Bananas was a British literary magazine that ran for 26 issues from January 1975 until April 1981. It was initially published and edited by the novelist Emma Tennant but from autumn 1979 was published and edited by the poet Abigail Mozley. Tennant chose to name the magazine after the motion picture Bananas (1971), directed by Woody Allen.

Quality and innovation helped to distinguish Bananas, but the magazine also appeared in an unusual format, that of a tabloid newspaper. Tennant believed this lent Bananas’ literary content more immediacy and addressed the readership's appetite for culture in a contemporary media form. Tennant has said, “Bananas had a long-term effect on British literary audiences by taking the word ‘Review’ away from the concept of a literary magazine and insisting on original fiction; it insisted too on wit and jokes and irreverence.”

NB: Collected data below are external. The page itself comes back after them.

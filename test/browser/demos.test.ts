import { readdirSync, readFileSync } from "node:fs";
import type { Browser, Page } from "playwright-core";
import { afterAll, beforeAll, describe, expect, it } from "vitest";
import { restoreDocument } from "../../src/file/restore.ts";
import { formatQuantity, formatShare, prove } from "../../src/solver/index.ts";
import { freshPage, goTo, type Heard, type Served, servePage, settled, startBrowser } from "../support/browser.ts";

const folder = new URL("../../demo/", import.meta.url);
const demos = readdirSync(folder)
  .filter((name) => name.endsWith(".json"))
  .map((name) => name.replace(".json", ""));
let served: Served;
let browser: Browser;
let page: Page;
let heard: Heard;

beforeAll(async () => {
  served = await servePage(4370);
  browser = await startBrowser();
  ({ page, heard } = await freshPage(browser, served.url));
});
afterAll(async () => {
  await browser?.close();
  await served?.stop();
});

const short = () => page.locator('section[aria-label="in short"]').innerText();

describe("every demo in the browser", () => {
  it.each(demos)("%s shows the digits of the shell", async (name) => {
    const restored = restoreDocument(readFileSync(new URL(`${name}.json`, folder), "utf8"));
    if (restored.kind === "refused") throw new Error(restored.refusal.why);
    const proof = prove(restored.document);
    if (!proof.ok) throw new Error(proof.error.why);
    const { values } = proof.value.sheet;
    await page.getByRole("button", { name: "file", exact: true }).click();
    await page.locator(".menu li button", { hasText: name.replaceAll("-", " ") }).click();
    const expected = [
      formatQuantity(values["scaleFactor.predicted"] as number, "1", { digits: 6 }),
      formatShare(values["scaleFactor.uncertainty"] as number, 2),
      formatQuantity(values["input.resistance_ohm"] as number, "ohm"),
      formatQuantity(values["input.capacitance_F"] as number, "F"),
      formatQuantity(values["reading.atWorking_V"] as number, "V", { digits: 4 }),
    ];
    await expect.poll(() => page.locator(".job").textContent()).toBe(proof.value.job);
    await settled(page);
    for (const text of expected) await expect.poll(short).toContain(text);
  });

  it("opens a file that is dropped on the page", async () => {
    const text = readFileSync(new URL(`${demos[0]}.json`, folder), "utf8").replace(
      /"name": "[^"]*"/,
      '"name": "dropped design"',
    );
    const data = await page.evaluateHandle((content) => {
      const transfer = new DataTransfer();
      transfer.items.add(new File([content], "dropped.json", { type: "application/json" }));
      return transfer;
    }, text);
    await page.dispatchEvent("body", "drop", { dataTransfer: data });
    await expect
      .poll(() => page.locator(".notice").allInnerTexts())
      .toContainEqual(expect.stringMatching(/dropped\.json is open/));
    expect(await page.locator(".example").count()).toBe(0);
  });

  it("saves what is open as a file that opens again without a repair", async () => {
    await page.evaluate(() => {
      delete (window as { showSaveFilePicker?: unknown }).showSaveFilePicker;
    });
    const waiting = page.waitForEvent("download");
    await page.keyboard.press("Control+S");
    const download = await waiting;
    expect(download.suggestedFilename()).toBe("dropped-design.stringwright.json");
    const restored = restoreDocument(readFileSync(await download.path(), "utf8"));
    expect(restored).toMatchObject({ kind: "document", repairs: [], readOnly: false });
  });

  it("lets one tab write and shows the other read-only, with a copy to work on", async () => {
    await goTo(page, "Ask");
    await page.getByLabel("working voltage").fill("6.5 kV");
    await page.waitForTimeout(900);
    const second = await page.context().newPage();
    await second.goto(served.url);
    await expect
      .poll(() => second.locator(".notice.bad").allInnerTexts())
      .toContainEqual(expect.stringMatching(/Another tab is writing/));
    await second.getByRole("button", { name: "work on a copy" }).click();
    await expect.poll(() => second.locator(".notice.bad").count()).toBe(0);
    await second.getByLabel("working voltage").fill("5 kV");
    await second.close();
    expect(await page.getByLabel("working voltage").inputValue()).toBe("6.5 kV");
  });

  it("said nothing on the console", () => expect(heard.complaints).toEqual([]));
});
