import type { Browser, Page } from "playwright-core";
import { afterAll, beforeAll, describe, expect, it } from "vitest";
import { freshPage, goTo, type Heard, type Served, servePage, settled, startBrowser } from "../support/browser.ts";

let served: Served;
let browser: Browser;
let page: Page;
let heard: Heard;

beforeAll(async () => {
  served = await servePage(4310);
  browser = await startBrowser();
  ({ page, heard } = await freshPage(browser, served.url));
});
afterAll(async () => {
  await browser?.close();
  await served?.stop();
});

const short = () => page.locator('section[aria-label="in short"]').innerText();

describe("the page", () => {
  it("opens on Ask with a solved example", async () => {
    expect(await page.locator(".example").innerText()).toBe("example");
    expect(await short()).toMatch(/1000/);
    expect(await short()).toMatch(/6\.000\s*V/);
  });

  it("follows each keystroke in a field, as a copy, and undoes it", async () => {
    const field = page.getByLabel("working voltage");
    await field.focus();
    await field.press("Control+A");
    await page.keyboard.type("7k2");
    await settled(page);
    await expect.poll(short).toMatch(/7\.200\s*V/);
    expect(await page.locator(".example").count()).toBe(0);
    expect(await field.inputValue()).toBe("7k2");
    await field.press("Tab");
    await page.keyboard.press("Control+Z");
    await expect.poll(short).toMatch(/6\.000\s*V/);
    expect(await field.inputValue()).toBe("6 kV");
    await page.keyboard.press("Control+Shift+Z");
    await expect.poll(short).toMatch(/7\.200\s*V/);
    await page.keyboard.press("Control+Z");
    await settled(page);
  });

  it("keeps invalid text visible with its message, and loses nothing", async () => {
    const field = page.getByLabel("working voltage");
    await field.fill("6 kQ");
    await expect.poll(() => page.locator(".field .wrong").first().innerText()).toMatch(/not a form of V/);
    expect(await field.inputValue()).toBe("6 kQ");
    expect(await short()).toMatch(/6\.000\s*V/);
    await field.press("Escape");
    expect(await field.inputValue()).toBe("6 kV");
  });

  it("asks about 10m for a resistance instead of guessing", async () => {
    const field = page.getByLabel("source resistance");
    await field.fill("10m");
    const choices = page.locator(".field .wrong .plain-button");
    await expect.poll(() => choices.count()).toBe(2);
    await field.press("Escape");
    await settled(page);
  });

  it("opens the why of a number in place, follows its inputs, and closes with Escape", async () => {
    await page.locator(".in-short .figure-button").first().click();
    const why = page.locator(".why");
    await why.waitFor();
    expect(await why.innerText()).toMatch(/Scale factor, predicted/);
    expect(await why.innerText()).toMatch(/IEC 60060-2/);
    await why.locator(".figure-button").first().click();
    await expect.poll(() => why.innerText()).toMatch(/HV arm resistance/);
    await page.keyboard.press("Escape");
    expect(await why.count()).toBe(0);
  });

  it("steps through the column with the keyboard and opens an element's slip", async () => {
    const column = page.locator(".column-picture");
    await column.focus();
    await page.keyboard.press("End");
    expect(await column.getAttribute("aria-valuetext")).toMatch(/element 12 of 12, 6\.00/);
    expect(await page.locator(".slip").innerText()).toMatch(/element 12/);
    await page.keyboard.press("ArrowDown");
    expect(await column.getAttribute("aria-valuenow")).toBe("11");
    await page.keyboard.press("Escape");
  });

  it("opens the field of an assumed value from the list of them", async () => {
    const summary = page.locator(".assumed-count summary");
    const before = Number(/\d+/.exec(await summary.innerText())![0]);
    await summary.click();
    await page.getByRole("button", { name: "type source capacitance" }).click();
    const field = page.getByLabel("source capacitance");
    await expect.poll(() => field.evaluate((each) => each === document.activeElement)).toBe(true);
    await page.getByRole("button", { name: "accept source capacitance" }).click();
    await settled(page);
    await expect.poll(() => summary.innerText()).toContain(`assumed: ${before - 1}`);
    await page.keyboard.press("Control+Z");
    await settled(page);
    await expect.poll(() => summary.innerText()).toContain(`assumed: ${before}`);
  });

  it("keeps the theme chosen over a reload", async () => {
    const button = page.getByRole("button", { name: /^theme/ });
    const paper = () => page.evaluate(() => getComputedStyle(document.body).backgroundColor);
    await button.click();
    await button.click();
    expect(await button.innerText()).toBe("theme: dark");
    expect(await paper()).toBe("rgb(20, 24, 30)");
    await page.reload();
    await page.locator(".in-short dd").first().waitFor();
    expect(await paper()).toBe("rgb(20, 24, 30)");
    await button.click();
    expect(await paper()).toBe("rgb(250, 248, 244)");
  });

  it("writes into the file that is open, and asks for a place only once", async () => {
    await page.evaluate(() => {
      const kept = { asked: 0, texts: [] as string[] };
      const handle = {
        name: "mine.stringwright.json",
        createWritable: async () => ({
          write: async (text: string) => void kept.texts.push(text),
          close: async () => {},
        }),
      };
      const showSaveFilePicker = async () => {
        kept.asked++;
        return handle;
      };
      Object.assign(window, { kept, showSaveFilePicker });
    });
    await page.keyboard.press("Control+S");
    await page.keyboard.press("Control+S");
    const kept = () => page.evaluate(() => (window as unknown as { kept: { asked: number; texts: string[] } }).kept);
    await expect.poll(async () => (await kept()).texts.length).toBe(2);
    expect((await kept()).asked).toBe(1);
    expect(JSON.parse((await kept()).texts[0]!)).toMatchObject({ format: "stringwright", version: 1 });
    await expect.poll(() => page.locator(".head [role=status]").innerText()).toMatch(/file saved/);
  });

  it("starts from the engineer's own voltage with three answers", async () => {
    await page.getByRole("button", { name: "file", exact: true }).click();
    await page.getByText("New, from my own voltage").click();
    await page.getByLabel("how many volts").fill("15 kV");
    await page.getByLabel("of what kind").selectOption("dc");
    await page.getByLabel("what will read it").selectOption("meter-dc");
    await page.getByRole("button", { name: "size it" }).click();
    await expect.poll(short, { timeout: 15_000 }).toMatch(/15\.00\s*V|1\.500\s*V|7\.500\s*V|30\.00\s*V/);
    expect(await page.locator(".assumed-count summary").innerText()).toMatch(/assumed: \d+/);
  });

  it("keeps the work over a reload", async () => {
    await page.waitForTimeout(800);
    await page.reload();
    await page.locator(".in-short dd").first().waitFor();
    await goTo(page, "Ask");
    expect(await page.getByLabel("working voltage").inputValue()).toBe("15 kV");
  });

  it("refuses a broken document and keeps the one that is open", async () => {
    await page
      .locator('input[type="file"]')
      .first()
      .setInputFiles({ name: "broken.json", mimeType: "application/json", buffer: Buffer.from('{"brief": ') });
    await expect.poll(() => page.locator(".notice.bad").innerText()).toMatch(/broken\.json was not opened/);
    expect(await page.getByLabel("working voltage").inputValue()).toBe("15 kV");
    await page.getByRole("button", { name: "noted" }).click();
  });

  it("said nothing on the console and asked no other origin for anything", () => {
    expect(heard.complaints).toEqual([]);
    expect(heard.strangers).toEqual([]);
  });
});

Contributors to Bananas included Angela Carter (who originally wrote the short story "The Company of Wolves" for the magazine), Heathcote Williams, Ruth Fainlight and Ted Hughes. Work by Claud Cockburn, Beryl Bainbridge, Harold Pinter, Sara Maitland, Bruce Chatwin, Peter Wollen and Philip Roth also featured. Several writers strongly associated with the speculative fiction magazine New Worlds found themselves welcomed to Bananas’ convention-challenging approach. Thomas M. Disch and John Sladek were among these and J. G. Ballard was both a contributing editor and a constant presence, providing a short story for each issue.

The design of the magazine was created by Julian Rothenstein (subsequently founder of the art book publishing company Redstone Press) and was a considerable part of its character. One influence on Bananas’ format was Interview, the New York City magazine founded by Andy Warhol. In 1979 Emma Tennant’s nephew, Charles Tennant, was inspired by both publications to launch a short-lived literary nightlife tabloid entitled Chelsea Scoop.

The editorial office of Bananas was 2 Blenheim Crescent in Notting Hill Gate. In the 1970s this address was at the hub of much of London’s alternative and radical literary activity. Adjacent offices to Bananas housed the team that created An Index of Possibilities (a UK response to the American Whole Earth Catalogue), Frendz magazine, International Times (IT) and The Open Head Press. Michael Moorcock, editor of New Worlds, was also a neighbour.

The history of Bananas is related in Tennant’s 1999 autobiographical book, Burnt Diaries. In this, the magazine’s struggles and successes are set in the context of Notting Hill Gate’s most prolific literary bohemian and countercultural era and against the background of Tennant’s relationship with Ted Hughes.

An anthology of work from the magazine, also titled Bananas, was published in 1977.